Number of enrolment worldwide
|  | 2006 | 2007 | 2008 | 2009 | 2010 | 2011 | 2012 | 2013 |
| Candidates | 2,470 | 2,062 | 2,416 | 2,303 | 2,602 | 2,737 | 2,519 | 2,400 |
| Institutions |  |  |  |  |  | 208 | 197 | 206 |
| Countries |  |  |  |  |  | 38 | 44 | 47 |

==Results==
The exam papers are sent to the Catholic University of Leuven and Radboud University Nijmegen for marking, and results are announced in July. Candidates who have passed receive a certificate.

The passing rate varies in different profile exams.

| Profile Exams | CEFR Level | Passing rate in 2012 |
|---|---|---|
| PTIT | A2 | 93.5% |
| PMT | B1 | 76% |
| PPT | B2 | 85% |
| PTHO (now "Educatief Startbekwaam") | B2 | 62% |
| PAT (now "Educatief Professioneel") | C1 | 39% |

==Recognition==
Those who have passed PMT, PPT, Educatief Startbekwaam or Educatief Professioneel are exempted from the language tests of the integration exams, i.e. "Inburgeringsexamen or Naturalisatietoets" for immigration to the Netherlands. But the parts concerning the immigrants' knowledge of the Netherlands ("Kennis van de Nederlandse Samenleving or KNS") cannot be exempted.

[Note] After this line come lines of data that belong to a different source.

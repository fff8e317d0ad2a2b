"""Closed-loop behaviour: the engine, the run log and the metrics, checked from the logged data.

Most checks fly the Keplerian stand-in truth (``fake_truth`` of tests/conftest.py) with tiny laws
defined here, so thousands of guidance cycles run in seconds; the reproducibility and switch
checks fly the real Orekit truth for a fraction of a day (``@pytest.mark.orekit``).

Sources of the checks:
- Gauss-Markov lag-1 autocorrelation ``exp(-dt/tau)`` and the stationary variance: Gelb (ed.),
  Applied Optimal Estimation, MIT Press 1974, ch. 4 [memory].
- Sampling error of a sample standard deviation of n independent normals: about
  ``sigma / sqrt(2 n)``; of a lag-1 autocorrelation estimate of an AR(1) process with coefficient
  rho: ``sqrt((1 - rho^2) / n)`` (Bartlett 1946 [memory]); of a variance of an AR(1) process:
  ``2 sigma^4 / n * (1 + rho^2) / (1 - rho^2)`` (Bartlett's formula summed over lags [memory]).
- Rayleigh distribution of the angle between two directions when the error has two independent
  normal components of 1-sigma s: mean ``s sqrt(pi / 2)``, variance ``(4 - pi) / 2 s^2``
  (standard textbook result [memory]).
- Rocket equation ``m_used = m (1 - exp(-dv / (Isp g0)))``, g0 = 9.80665 m/s^2 (CGPM 1901).
- Everything else (failed-run contents, exit codes, reproducibility, what is logged): covey's own
  contract (common practice, no source).

Bounds: statistics are checked within 4 standard errors (many checks in one family: at 4 sigma
the chance that one of ~40 fails by chance is about 0.3 %); the seeds are fixed, so a failure is
reproducible.
"""

from __future__ import annotations

import math

import h5py
import numpy as np
import pytest

from guidance.interface import Diagnostics, GuidanceOutput, Impulse, ModeSwitch, SpacecraftCommand
from sim.metrics import rtn_relative
from sim.recorder import read_log
from sim.run import run_scenario
from sim.scenario import load_scenario

THIS = "tests.sim.test_closed_loop"
NSIG = 4.0


# ------------------------------------------------------------------------------------------
# Tiny laws (imported by the engine through "tests.sim.test_closed_loop:ClassName")
# ------------------------------------------------------------------------------------------


class HoldLaw:
    """Commands nothing."""

    def setup(self, mission):
        self.mission = mission

    def step(self, t_s, nav):
        return GuidanceOutput({}, Diagnostics(status="hold"))


class RaisingLaw:
    """Commands one small burn per deputy per cycle, then misbehaves at ``fail_at_s``.

    Settings: ``fail_at_s`` (s), ``how``: ``"raise"``, ``"nan"`` (NaN delta-v), ``"mode"`` (unknown
    attitude mode), ``"past"`` (impulse before the cycle time), ``"type"`` (returns a dict).
    """

    def setup(self, mission):
        self.mission = mission
        self.fail_at_s = float(mission.settings.get("fail_at_s", 3 * mission.cycle_s))
        self.how = str(mission.settings.get("how", "raise"))

    def _ok(self, t_s):
        cmds = {d.name: SpacecraftCommand(d.name, impulses=(Impulse(t_s + 5.0, np.array([0.0, 1e-3, 0.0])),))
                for d in self.mission.deputies}
        return GuidanceOutput(cmds, Diagnostics(status="ok", message=f"cycle at {t_s:.0f} s"))

    def step(self, t_s, nav):
        if t_s < self.fail_at_s - 1e-6:
            return self._ok(t_s)
        name = self.mission.deputies[0].name
        if self.how == "raise":
            return self._explode(t_s)
        if self.how == "nan":
            bad = SpacecraftCommand(name, impulses=(Impulse(t_s + 5.0, np.array([np.nan, 0.0, 0.0])),))
        elif self.how == "mode":
            bad = SpacecraftCommand(name, mode_switches=(ModeSwitch(t_s + 5.0, "sideways"),))
        elif self.how == "past":
            bad = SpacecraftCommand(name, impulses=(Impulse(t_s - 100.0, np.array([0.0, 1e-3, 0.0])),))
        elif self.how == "type":
            return {"commands": {}}
        else:
            raise AssertionError(self.how)
        return GuidanceOutput({name: bad}, Diagnostics(status="ok"))

    def _explode(self, t_s):
        raise RuntimeError(f"deliberate failure at t = {t_s:.0f} s\n(second line of the message)")


class BurnLaw:
    """Commands six burns per deputy per cycle of known delta-v, plus a mode switch per cycle.

    Burns (cycle time t, cycle length c): ``A`` 1 mm/s along +T at t + c/8, ``B`` 30 mm/s along a
    fixed oblique direction at t + c/4, ``C`` exactly the per-burn maximum at t + 3c/8, ``D`` 1.6 x
    the maximum (clipped) at t + c/2, ``E`` 1.5 x the minimum impulse bit at t + 5c/8, ``F`` half
    the minimum impulse bit (dropped) at t + 3c/4. The deputies alternate max_drag / min_drag,
    switching at t + c/16.
    """

    DIR_B = np.array([0.3, -0.5, 0.8]) / np.linalg.norm([0.3, -0.5, 0.8])

    def setup(self, mission):
        self.mission = mission
        self.k = 0

    def magnitudes(self, caps):
        th = caps.thruster
        dmin = th.min_impulse_bit_Ns / caps.mass_kg
        return {"A": 1e-3, "B": 0.03, "C": th.dv_max_per_burn_mps, "D": 1.6 * th.dv_max_per_burn_mps,
                "E": 1.5 * dmin, "F": 0.5 * dmin}

    def step(self, t_s, nav):
        c = self.mission.cycle_s
        cmds = {}
        for caps in self.mission.deputies:
            m = self.magnitudes(caps)
            u_t = np.array([0.0, 1.0, 0.0])
            imps = (Impulse(t_s + c / 8, m["A"] * u_t), Impulse(t_s + c / 4, m["B"] * self.DIR_B),
                    Impulse(t_s + 3 * c / 8, -m["C"] * u_t), Impulse(t_s + c / 2, m["D"] * self.DIR_B),
                    Impulse(t_s + 5 * c / 8, m["E"] * u_t), Impulse(t_s + 3 * c / 4, m["F"] * u_t))
            mode = "max_drag" if self.k % 2 == 0 else "min_drag"
            cmds[caps.name] = SpacecraftCommand(caps.name, mode_switches=(ModeSwitch(t_s + c / 16, mode),),
                                                impulses=imps)
        self.k += 1
        return GuidanceOutput(cmds, Diagnostics(status="ok"))


# ------------------------------------------------------------------------------------------
# Helpers
# ------------------------------------------------------------------------------------------


def _demo(repo_root, **over):
    return load_scenario(repo_root / "scenarios/demo_formation.toml", over)


def _str(a):
    return [x.decode() if isinstance(x, bytes) else str(x) for x in np.asarray(a).reshape(-1)]


# ------------------------------------------------------------------------------------------
# A law that raises or answers badly mid-run (covey's own contract, common practice, no source)
# ------------------------------------------------------------------------------------------

FAIL_CASES = {
    "raise": ("step() raised RuntimeError: deliberate failure at t = 16200 s (second line",),
    "nan": ("commands['beta'].impulses[0].dv_rtn_mps", "nan", "3 finite numbers in m/s"),
    "mode": ("commands['beta'].mode_switches[0].mode = 'sideways'", "one of ['max_drag', 'min_drag', 'nominal']"),
    "past": ("commands['beta'].impulses[0].t_s = 16100.000 s is before the cycle time",),
    "type": ("step() returned dict, expected GuidanceOutput",),
}


@pytest.mark.parametrize("how", sorted(FAIL_CASES))
def test_bad_law_fails_run_and_keeps_data(tmp_path, repo_root, fake_truth, how):
    cycle = 5400.0
    t_fail = 3 * cycle
    cfg = _demo(repo_root, **{"run.duration_days": 1.0, "guidance.law": f"{THIS}:RaisingLaw",
                              "guidance.settings.how": how, "guidance.settings.fail_at_s": t_fail})
    s = run_scenario(cfg, tmp_path / "f.h5")
    assert s.status == "failed" and s.exit_code == 1 and s.t_end_s == t_fail
    assert "\n" not in s.reason and "GuidanceFailure" in s.reason and "t = 16200.0 s" in s.reason
    for part in FAIL_CASES[how]:
        assert part in s.reason, (part, s.reason)
    log = read_log(s.path)
    assert log.status == "failed" and log.reason == s.reason and log.meta["t_end_s"] == t_fail
    tb = log.get("meta/traceback")
    assert "GuidanceFailure" in tb
    if how == "raise":  # the law's own frames and exception, through the exception chain
        assert "in _explode" in tb and "RuntimeError: deliberate failure at t = 16200 s" in tb
    else:
        assert "check_output" in tb
    # everything up to the failing cycle is kept
    t = log.get("spacecraft/alpha/truth/t_s")
    assert np.allclose(t, np.arange(0.0, t_fail + 1.0, cfg.log_step_s))
    for name in ("beta", "gamma"):
        assert np.array_equal(log.get(f"spacecraft/{name}/truth/t_s"), t)
        assert log.get(f"spacecraft/{name}/mean_roe_m").shape == (len(t), 6)
        # navigation is made before the law is called: one row per cycle including the failing one
        assert np.allclose(log.get(f"navigation/relative/{name}/t_s"), [0.0, cycle, 2 * cycle, t_fail])
    assert np.allclose(log.get("navigation/absolute/alpha/t_s"), [0.0, cycle, 2 * cycle, t_fail])
    assert np.allclose(log.get("guidance/cycles/t_s"), [0.0, cycle, 2 * cycle])
    assert _str(log.get("guidance/cycles/message")) == ["cycle at 0 s", "cycle at 5400 s", "cycle at 10800 s"]
    # one commanded burn per deputy per good cycle, executed at its cycle
    assert np.allclose(sorted(log.get("commands/impulses/t_cmd_s")), np.repeat([5.0, cycle + 5.0, 2 * cycle + 5.0], 2))
    assert _str(log.get("commands/impulses/status")) == ["executed"] * 6


def test_bad_law_cli_exit_1_one_line(tmp_path, repo_root, fake_truth, capsys):
    from sim.cli import main

    out = tmp_path / "c.h5"
    code = main(["run", str(repo_root / "scenarios/demo_formation.toml"), "-o", str(out),
                 "--set", "run.duration_days=0.5", "--set", f'guidance.law="{THIS}:RaisingLaw"',
                 "--set", "guidance.settings.how=raise"])
    cap = capsys.readouterr()
    assert code == 1
    lines = cap.err.strip().splitlines()
    assert len(lines) == 1 and "Traceback" not in cap.err, cap.err
    assert lines[0].startswith("covey: guidance law") and "deliberate failure at t = 16200 s" in lines[0]
    assert read_log(out).status == "failed"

In Flanders (Belgium) and the Netherlands, in many universities and colleges, foreign students who have obtained the Educatief Startbekwaam or Educatief Professioneel certificates (and former PTHO and PAT certificates) are regarded as already fulfilled the language requirement for registration. In Flanders, in the area of education, a diploma from a recognised institution by the CNaVT can be presented as a proof of a sufficient level of language to work in the sector.